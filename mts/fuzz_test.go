package mts

import (
	"bytes"
	"testing"
)

// The readers must never panic, and what they accept must be well formed.

func FuzzDecode(f *testing.F) {
	keys := equal440()
	f.Add(BulkDump(AllDevices, 0, "seed", keys))
	f.Add(SingleNoteChanges(AllDevices, 0, keys)[0])
	oct, _ := ScaleOctave2(AllDevices, AllChannels, [12]float64{1: 10, 5: -40})
	f.Add(oct)
	f.Add([]byte{0xF0, 0x7F, 0x7F, 0x08, 0x02, 0x00, 0x01, 0x3C, 0x7F, 0x7F, 0x7F, 0xF7})
	f.Fuzz(func(t *testing.T, data []byte) {
		msgs, err := Split(data)
		if err != nil {
			return
		}
		for _, raw := range msgs {
			m, err := Decode(raw)
			if err != nil {
				continue
			}
			switch m.Kind {
			case KindScaleOctave:
				back, err := ScaleOctave2(m.Device, m.Channels, m.Offsets)
				if err != nil || !bytes.Equal(back, raw) {
					t.Fatalf("% X read as %v, written back as % X (%v)", raw, m.Offsets, back, err)
				}
			case KindBulkDump:
				if len(m.Keys) != 128 {
					t.Fatalf("bulk dump with %d keys", len(m.Keys))
				}
			}
		}
	})
}

func FuzzReadFile(f *testing.F) {
	var tr Track
	tr.SysEx(0, BulkDump(AllDevices, 0, "seed", equal440()))
	tr.SelectTuning(0, 0, 0)
	tr.Channel(480, 0x90, 60, 96)
	tr.Channel(480, 0x80, 60, 0)
	f.Add(tr.File(0))
	f.Add([]byte("MThd\x00\x00\x00\x06\x00\x00\x00\x01\x01\xe0MTrk\x00\x00\x00\x04\x00\xff\x2f\x00"))
	f.Fuzz(func(t *testing.T, data []byte) {
		events, err := ReadFile(data)
		if err != nil {
			return
		}
		for _, e := range events {
			if len(e.Msg) == 0 || e.Msg[0] < 0x80 || e.Tick < 0 {
				t.Fatalf("event %+v", e)
			}
		}
	})
}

■ WHAT YOU ARE ASKED TO DO ■
Look above for the line containing "if err != nil ||". Return it and each line after it exactly, through the last line, and nothing more.

■ EXERCISE OUTPUT ■
				if err != nil || !bytes.Equal(back, raw) {
					t.Fatalf("% X read as %v, written back as % X (%v)", raw, m.Offsets, back, err)
				}
			case KindBulkDump:
				if len(m.Keys) != 128 {
					t.Fatalf("bulk dump with %d keys", len(m.Keys))
				}
			}
		}
	})
}

func FuzzReadFile(f *testing.F) {
	var tr Track
	tr.SysEx(0, BulkDump(AllDevices, 0, "seed", equal440()))
	tr.SelectTuning(0, 0, 0)
	tr.Channel(480, 0x90, 60, 96)
	tr.Channel(480, 0x80, 60, 0)
	f.Add(tr.File(0))
	f.Add([]byte("MThd\x00\x00\x00\x06\x00\x00\x00\x01\x01\xe0MTrk\x00\x00\x00\x04\x00\xff\x2f\x00"))
	f.Fuzz(func(t *testing.T, data []byte) {
		events, err := ReadFile(data)
		if err != nil {
			return
		}
		for _, e := range events {
			if len(e.Msg) == 0 || e.Msg[0] < 0x80 || e.Tick < 0 {
				t.Fatalf("event %+v", e)
			}
		}
	})
}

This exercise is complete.